Southern Frontenac Community Services has stopped providing services through a program that is designed to find housing for homeless residents of Frontenac County and help those who are precariously housed to stabilise or improve their situation.

“It was a regrettable decision that we had to make to stop offering this service,” said SFCS Executive Director David Townsend, “but we had no real choice because we could not maintain the proper staffing for the program. It is an important service to the community but we were no longer able to provide it. It was also a drain on our resources as an organisation.”

The Homelessness Prevention Program in Frontenac County was set up as part of the 10-year homelessness prevention strategy by the City of Kingston.

In 2014, SFCS took the lead, along with Rural Frontenac Community Services and Addictions and Mental Health KFLA, in answering a request for proposal to provide services in Frontenac County. The bid from the three agencies was successful and the program started up in 2015. It was tweaked a couple of years later, after being reviewed by City of Kingston staff.

Last year, The United Way of KFLA provided funding for a part-time youth homelessness prevention worker based in Sydenham and another part-time worker based in Sharbot Lake.

“The program was most successful when we had social workers who understood the needs in our rural area,” said Townsend, “but our ability to keep our workers was hampered by our own pay grid,” said Townsend.

Qualified workers can make more money doing similar jobs in the City of Kingston than they can working for Southern Frontenac Community Services.

“It would not be fair to the rest of our employees if we paid the homelessness prevention workers on a different scale,” he said.

The situation came to a head this spring, when 2 workers left for other jobs in the region and an attempt to recruit new workers proved unsuccessful.

Townsend said that Home Based Housing, the agency that runs the homelessness prevention program in Kingston, is providing some service in Frontenac County. People seeking service are encouraged to call them directly at 613-542-6672

“We are concerned about the impact in Central and North Frontenac,” said Louise Moody, Executive Director of Rural Frontenac Community Services, based in Sharbot Lake. ‘We are continuing to offer services for youth at risk of homelessness through the United Way program, but there is a fair bit of need in our communities for the kind of services that this program offered.”
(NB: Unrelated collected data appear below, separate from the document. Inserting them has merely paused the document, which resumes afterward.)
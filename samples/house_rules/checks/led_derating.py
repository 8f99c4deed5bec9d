"""What it finds: an LED whose average current at the high corner is above a share (half,
unless the config says otherwise) of its maximum current.

Why it matters: our products run for years in warm enclosures; an LED kept well below its
rating ages slower and keeps its brightness.

How it is computed: the branch's average current at every corner (drc's operating points),
its greatest value against `share` times the LED's max_current.

Example: a red status LED at 11 mA on a 20 mA part.

Fix: a larger series resistor; see led-overcurrent's fix for the computed E24 value.

Sources: house practice (derate LEDs to half their rating); the LED's datasheet governs.
"""

from drc.api import Rule, Setting, corner, finding, format_quantity, worst_high

RULE = Rule(id="house-led-derating", severity="warning",
            summary="an LED above a share of its rated current at the high corner",
            sources=("house practice: LEDs at most half their rated current",),
            settings={"share": Setting(0.5, unit="%", help="the share of max_current allowed")})


def check(design, settings):
    for branch in design.branches:
        for led in branch.leds:
            current = branch.current_A.get(led.name)
            if current is None:
                continue
            i = worst_high(current)
            allowed = settings["share"] * led.max_current_A
            if current[i] > allowed:
                yield finding(led.element,
                              f"{led.name} averages {format_quantity(float(current[i]), 'A')} at the high corner, "
                              f"above {settings['share'] * 100:g} % of its {format_quantity(led.max_current_A, 'A')} rating",
                              elements=[e.name for e in branch.elements], nets=branch.nets,
                              corner=corner(design, i),
                              values={"current_A": float(current[i]), "allowed_A": allowed})
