def run_check(paths: list[str], config: str | None, rule_folders: list[str], *, jobs: int = 1,
              waiver_files: list[str] = (), baseline: str | None = None, progress=None,
              today=None, keep: list | None = None) -> tuple[dict, dict, list[LoadedRule]]:
    """The report dict (the contract's shape), the sources for quoting, and the rules.

    jobs > 1 checks the files in a process pool; the report is the same whatever jobs.
    waiver_files are TOML waiver files; baseline a file written by --write-baseline.
    progress(done, total) is called as files finish. Every input problem (netlists,
    waivers, baseline) raises InputErrors before anything is written.

    keep, a list, is for a caller about to end its process (drc.cli.run): it is left
    holding the last file's whole result, its Design, which is otherwise freed as soon as
    the report's part is taken, object by object (about 0.2 s at 100k elements), where
    the end of the process frees it at once. Earlier files are freed as before.
    """
    import datetime as _dt
    from drc import waivers as _waivers
    from drc.baseline import apply_baseline, load_baseline

    files = find_netlists(paths)
    rules, failures = load_rules([Path(f) for f in rule_folders])
    known_rules = {r.id for r in rules} | {_waivers.HOUSE_FAILED_RULE}
    errors: list[InputError] = []
    # the waiver files and the baseline first: a mistake there is found before a long run
    file_waivers = []
    for wf in waiver_files:
        try:
            file_waivers.extend(_waivers.file_waivers(wf, known_rules))
        except InputErrors as many:
            errors.extend(many.errors)
        except InputError as one:
            errors.append(one)
    known = None
    if baseline is not None:
        try:
            known = load_baseline(baseline)
        except InputError as one:
            errors.append(one)
    results: list[FileResult] = []
    for outcome in _check_all(files, config, rule_folders, rules, jobs, progress, keep):
        if isinstance(outcome, FileResult):
            results.append(outcome)
        else:
            errors.extend(outcome)
    multiple = len(results) > 1
    # findings, branches and pumps are made in their final JSON form (_finding_json,
    # _branch_json, _pump_json, and the two kinds of finding made below), and marked so
    findings, branches, pumps = FinalEntries(), FinalEntries(), FinalEntries()
    anchors, assumptions, cautions, inputs = [], [], [], []
    sources: dict[str, list[str]] = {}
    for r in results:
        inputs.append(r.inputs)
        for a in r.assumptions:
            line = f"{r.path}: {a}" if multiple else a
            if line not in assumptions:
                assumptions.append(line)
        for c in r.cautions:
            if c not in cautions:
                cautions.append(c)
        for b in r.branches:
            for entry in b:
                if multiple:
                    entry = in_key_order({"path": r.path, **entry}, BRANCH_KEYS)
                branches.append(entry)
        pumps.extend((in_key_order({"path": r.path, **p}, PUMP_KEYS) if multiple else p)
                     for p in r.pumps)
        findings.extend(r.findings)
        anchors.extend(r.anchors)
        sources.update(r.sources)
    try:
        inline = _waivers.inline_waivers(sources, known_rules, {r.path for r in results})
    except InputErrors as many:
        errors.extend(many.errors)
        inline = []
    if errors:
        raise InputErrors(errors)
    for failure in failures:
        findings.append({"rule": _waivers.HOUSE_FAILED_RULE, "severity": "error",
                         "message": f"house rule {failure.path} could not be loaded: {failure.message}",
                         "location": {"path": failure.path, "line": failure.line, "column": 1},
                         "elements": [], "nets": [], "corner": None, "values": {},
                         "fix": "fix the rule module; the other rules ran", "caution": ""})
        anchors.append({(failure.path, failure.line)})
    # each finding's fingerprint once, before a waiver is added: its place in the key order
    for f in findings:
        f["fingerprint"] = fingerprint(f)
    notes = _waivers.apply_waivers(findings, anchors, inline + file_waivers,
                                   today or _dt.date.today())
    for f in notes:
        f["fingerprint"] = fingerprint(f)
    findings.extend(notes)
    findings.sort(key=lambda f: (f["location"]["path"], f["location"]["line"],
                                 f["location"]["column"], f["rule"], f["message"]))
    if known is not None:
        apply_baseline(findings, known)
    summary = {s: sum(1 for f in findings if f["severity"] == s) for s in SEVERITIES}
    report = {"schema": "drc-report/1", "tool": {"name": "drc", "version": __version__},
              "inputs": inputs, "assumptions": assumptions, "findings": findings,
              "branches": branches, "pumps": pumps, "cautions": cautions, "summary": summary}
    return report, sources, rules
A new request for proposal for the provision of the service in Frontenac County will be prepared in the coming weeks, Moody has been informed.

“For our agency, it would be best if the territory was split and we could prepare a proposal to serve the region from Verona north, but we understand that this will not happen. AS far as we know, it will be same territory as it was before, all of Frontenac County. We do serve all of the county with the EarlyOn program, so we know the territory, but it would be a stretch for us. Our board will decide if we can reasonably provide this service as well, and if we have the administrative capacity to take on another program.”

In the meantime, Frontenac County residents who are homeless, at risk of becoming so, or living in inadequate housing, do not have the kind of direct support in navigating the system or accessing resources, that has been available over the last five years.

The City of Kingston is undertaking a five-year review of the 10-year homelessness prevention program, which had the elimination of homelessness as its stated goal.